Now we just add it to our import loop:

void CleanImports()
{
    PIMAGE_DOS_HEADER dosHeader = &__ImageBase;
    
    PIMAGE_NT_HEADERS64 ntHeaders = (PIMAGE_NT_HEADERS64)((DWORD64)dosHeader + dosHeader->e_lfanew);
    PIMAGE_OPTIONAL_HEADER64 optionalHeader = &ntHeaders->OptionalHeader;

    PIMAGE_IMPORT_DESCRIPTOR currentImportDescriptor = (PIMAGE_IMPORT_DESCRIPTOR)((DWORD64)(dosHeader)+optionalHeader->DataDirectory[IMAGE_DIRECTORY_ENTRY_IMPORT].VirtualAddress);
    while (currentImportDescriptor->FirstThunk)
    {
        PIMAGE_THUNK_DATA64 currentFirstThunk = (PIMAGE_THUNK_DATA64)((DWORD64)(dosHeader)+currentImportDescriptor->FirstThunk);
        PIMAGE_THUNK_DATA64 currentOriginalFirstThunk = (PIMAGE_THUNK_DATA64)((DWORD64)(dosHeader)+currentImportDescriptor->OriginalFirstThunk);

        DWORD oldProtect;
        if (!VirtualProtect(currentOriginalFirstThunk, sizeof(IMAGE_THUNK_DATA64), PAGE_READWRITE, &oldProtect))
            return;

        while (currentOriginalFirstThunk->u1.Function)
        {             
            if (!VirtualProtect(currentFirstThunk, sizeof(IMAGE_THUNK_DATA64), PAGE_READWRITE, &oldProtect))
                continue;
            
            PIMAGE_IMPORT_BY_NAME thunkData = (PIMAGE_IMPORT_BY_NAME)((DWORD64)(dosHeader)+currentOriginalFirstThunk->u1.AddressOfData);

            PVOID jumpcode = GetShellCode(currentFirstThunk->u1.Function);
            currentFirstThunk->u1.Function = (ULONGLONG)jumpcode;

            currentOriginalFirstThunk++;
            currentFirstThunk++;
        }

        currentImportDescriptor++;
    }
}

Please note that the import descriptor section is not writable by default and so you need to change its protection.

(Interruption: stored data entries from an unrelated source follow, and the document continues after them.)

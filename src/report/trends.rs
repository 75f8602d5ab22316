//! Trends and steps of the record in words, by the tests' names and with their numbers.

use super::numbers::{fixed, signed};
use super::reader::Reader;
use crate::baseline::{Baseline, Detrended, LEAST_YEARS, TheilSen, YearlyTests};

/// What the tests say of one season's yearly values.
pub(super) struct TrendWords {
    /// Which values.
    pub name: &'static str,
    /// Size of the trend, whether it is one, and whether there is a step; or why none of it was tested.
    pub sentences: Vec<String>,
}

/// A quantity's size in the reader's unit, a word for it, and decimals of its change.
struct Scale {
    per_metric: f64,
    word: &'static str,
    decimals: usize,
}

impl Scale {
    fn degrees(reader: Reader) -> Self {
        let unit = reader.units.warming();
        Self { per_metric: unit.of(1.0), word: unit.word, decimals: 2 }
    }

    fn water(reader: Reader) -> Self {
        let unit = reader.units.depth();
        let decimals = if unit.of(1.0) < 1.0 { 2 } else { 0 };
        Self { per_metric: unit.of(1.0), word: unit.word, decimals }
    }
}

/// `2004.7 on average (1985 to 2024)`.
pub(super) fn years_stand_for(baseline: &Baseline) -> String {
    let mid_year = fixed(baseline.mid_year, 1).replace('\u{2009}', "");
    format!("{mid_year} on average ({} to {})", baseline.first_water_year, baseline.last_water_year)
}

/// Every season that is tested.
pub(super) fn trends_in_words(reader: Reader, baseline: &Baseline) -> Vec<TrendWords> {
    let tested = [
        ("cool-season temperature", &baseline.cool_temperature, Scale::degrees(reader)),
        ("warm-season temperature", &baseline.warm_temperature, Scale::degrees(reader)),
        ("cool-season precipitation", &baseline.cool_precipitation, Scale::water(reader)),
    ];
    let words = tested.into_iter().map(|(name, tests, scale)| TrendWords {
        name,
        sentences: match tests {
            Some(tests) => vec![slope(tests, &scale), trend(tests), step(tests, &scale)],
            None => vec![format!("not tested: needs {LEAST_YEARS} years that differ")],
        },
    });
    words.collect()
}

/// What was taken out of the years that realizations are drawn from.
pub(super) fn detrended_in_words(reader: Reader, detrended: &Detrended) -> String {
    let degrees = Scale::degrees(reader);
    let slope = |trend: Option<TheilSen>| {
        trend.map_or("nothing".to_owned(), |trend| per_decade(trend.slope_per_year, &degrees))
    };
    format!(
        "realizations are drawn from the years as if all were {}: cool season {}, warm season {} taken out",
        detrended.to_year,
        slope(detrended.cool),
        slope(detrended.warm)
    )
}

fn per_decade(slope_per_year: f64, scale: &Scale) -> String {
    difference(
        10.0 * slope_per_year * scale.per_metric,
        scale.decimals,
        &format!("{} per decade", scale.word),
    )
}

/// `+0.31 °C per decade (Theil-Sen; 95 %: +0.05 to +0.58)`.
fn slope(tests: &YearlyTests, scale: &Scale) -> String {
    let [low, high] = tests
        .theil_sen
        .interval_95_per_year
        .map(|slope| signed(10.0 * slope * scale.per_metric, scale.decimals));
    format!("{} (Theil-Sen; 95 %: {low} to {high})", per_decade(tests.theil_sen.slope_per_year, scale))
}

/// `Mann-Kendall p = 0.02 (z = +2.30, corrected for lag-1 +0.32): a trend`.
fn trend(tests: &YearlyTests) -> String {
    let test = &tests.mann_kendall;
    let (score, how) = match &test.corrected {
        Some(corrected) if test.variance_ratio != 1.0 => (corrected, "corrected for lag-1"),
        _ => (&test.plain, "no correction for lag-1"),
    };
    let lag1 = test.lag1.map_or(String::new(), |lag1| format!(" {}", signed(lag1, 2)));
    format!(
        "Mann-Kendall {} (z = {}, {how}{lag1}): {}",
        p_in_words(test.p()),
        signed(score.z, 2),
        if test.is_significant() { "a trend" } else { "no trend to speak of" }
    )
}

/// The step of a season's temperatures, as [`step`] has it.
pub(super) fn step_in_words(reader: Reader, tests: &YearlyTests) -> String {
    step(tests, &Scale::degrees(reader))
}

/// `Pettitt p = 0.01: a step after 1999, by +0.9 °C`.
fn step(tests: &YearlyTests, scale: &Scale) -> String {
    let pettitt = &tests.pettitt;
    if !pettitt.is_significant() {
        return format!(
            "Pettitt {} (K = {}): no step to speak of",
            p_in_words(pettitt.p),
            fixed(pettitt.k, 0)
        );
    }
    let size = (pettitt.mean_after - pettitt.mean_before) * scale.per_metric;
    format!(
        "Pettitt {} (K = {}): a step after {}, by {}",
        p_in_words(pettitt.p),
        fixed(pettitt.k, 0),
        pettitt.last_year_before,
        difference(size, scale.decimals, scale.word)
    )
}

/// `p = 0.04`, `p < 0.001`.
fn p_in_words(p: f64) -> String {
    if p < 0.001 { "p < 0.001".to_owned() } else { format!("p = {}", fixed(p, if p < 0.01 { 3 } else { 2 })) }
}

/// `+0.12 °C`: a difference with its unit.
fn difference(value: f64, decimals: usize, word: &str) -> String {
    format!("{} {word}", signed(value, decimals))
}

Now if we try to dump our program, the imports will be hidden:

Obviously, this just by itself will not really help you with anything but combined with some code virtualization and other clever tricks this can waste some time of people trying to reverse engineer your program.